G is for
Glad
Aha, notice the switch. Suddenly we are asking, Why did Christ come so early? Here, all along, we had been asking the opposite, Why did he come so late? Now we are asking instead, If Old Time is going to end anyway, all too soon, why did Christ have to come and end it even sooner -- ahead of time? Why? Answer: to give us an option. The old option, until Christ the only option, is to wait for The Endtime and take our chances. The new option is not to wait but rather to face The Endtime prematurely and hope to preempt it. One option is to go on living our lives as we have, falling farther and farther behind in our obligations, in hopes that when The Endtime comes we may just have enough credit left to impress The Creditor. The other option is not to go it alone but instead to go through The Endtime with Christ, when he did, ahead of time. One option is to temporize and wish for the best. The other option is to anticipate, risking everything, even blasphemy, going for broke, with only Jesus and his promises to go on. Neither option is without enormous risk. On the one hand, if you try to "save your life you will lose it." But the other option, Jesus' way, while it promises to "save your life," requires first of all that you lose it. Neither option is a no-lose situation. And let's face it, rationally calculated, Jesus could turn out in The End to be wrong. Either way, you die. But now at least you have options as to how to die: permanently or, as we dare to confess, transitionally.
In one of Seminex' advent hymn-sings at Christ Church Cathedral a few years ago, there was this line in the sermon, "If you like bunjee-jumping you'll love Advent" -- advent as in adventure. But beyond the risk is the come-on to take the risk, the lure of the promise: here in dying with Christ is where Old Time comes to its end way ahead of schedule.

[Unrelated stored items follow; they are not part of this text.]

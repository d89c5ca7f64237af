package layout

import (
	"strconv"
	"strings"
	"testing"

	"arcwright/internal/planner"
)

// TestStarterPlansClean checks that the starter that `arcwright init`
// writes plans with every station ok: a newcomer's first plan shows no
// warning caused by the starter's own layout (issue 10, item 14: it gave
// 13, two of its own stands too close).
func TestStarterPlansClean(t *testing.T) {
	req, warns, err := Decode("starter.yaml", Starter())
	if err != nil || len(warns) > 0 {
		t.Fatalf("Decode: %v, warnings %v", err, warns)
	}
	p, err := planner.New(req)
	if err != nil {
		t.Fatal(err)
	}
	if p.Warn != 0 || p.Blocked != 0 {
		for _, s := range p.Stations {
			if s.Status != planner.OK {
				t.Errorf("%s: %s: %v", s.ID, s.Status, s.Reasons)
			}
		}
	}
}

// TestStarterStatesRanges checks that the starter's comments state the
// plausible ranges that Decode enforces (issue 10, item 1).
func TestStarterStatesRanges(t *testing.T) {
	text := string(Starter())
	for _, want := range []string{
		"above 1, up to " + short(MaxNPR),
		short(MinTotalTemperature) + " K to " + short(MaxTotalTemperature) + " K",
		short(MinTemperatureRatio) + " to " + short(MaxTemperatureRatio),
		short(MinGasConstant) + " to " + short(MaxGasConstant),
		"1 mm to " + short(MaxNozzleSize) + " m",
		"up to " + short(MaxVelocityLimit) + " m/s",
		"most " + strconv.Itoa(MaxNameLength) + " characters",
	} {
		if !strings.Contains(text, want) {
			t.Errorf("the starter does not say %q", want)
		}
	}
}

And what else but that have we been doing in our baptisms and every day since?
How to find words to describe this wonder of the New Time, Jesus' ending of Old Time ahead of time, prior to its own appointed end? The wonder, being so new, defies old language. The best analogies for that wonder, I find, are from the tough slang we hear on the streets and at the edges of polite society. Thus we might say, in the lingo of the boxer, that Jesus beat Endtime to the punch or, like a gun-slinger, he beat Endtime to the draw or, like a wrestler, he got the jump on it, or, like outlaws in a Western, he headed Endtime off at the pass, or, like a reporter, he scooped it. The point in these analogies is not the machismo they exude. That part is directly belied by Jesus as the Isaianic Suffering Servant, whose preeminent virtue is not bravado, not even bravery, but humility.
However, what these earthy analogies do convey is the element of foiling an adversary with a preemptive strike. And remember in this case who the adversary is: Old Time under the Law. Do you mean the very Law of God? Yes. But doesn't that put God's Son in an adversarial relation with God's, the same God's, own old order? Evidently so. What chutzpah! But why would Jesus risk that? Why? For now the mother's answer to the little girl is enough: But aren't you glad he did? Still, that would require the audacity either of a fool or of a child. Exactly. And as Paul said of Jesus' believers, we too are both of those things: children and fools, for following Jesus. But aren't you glad?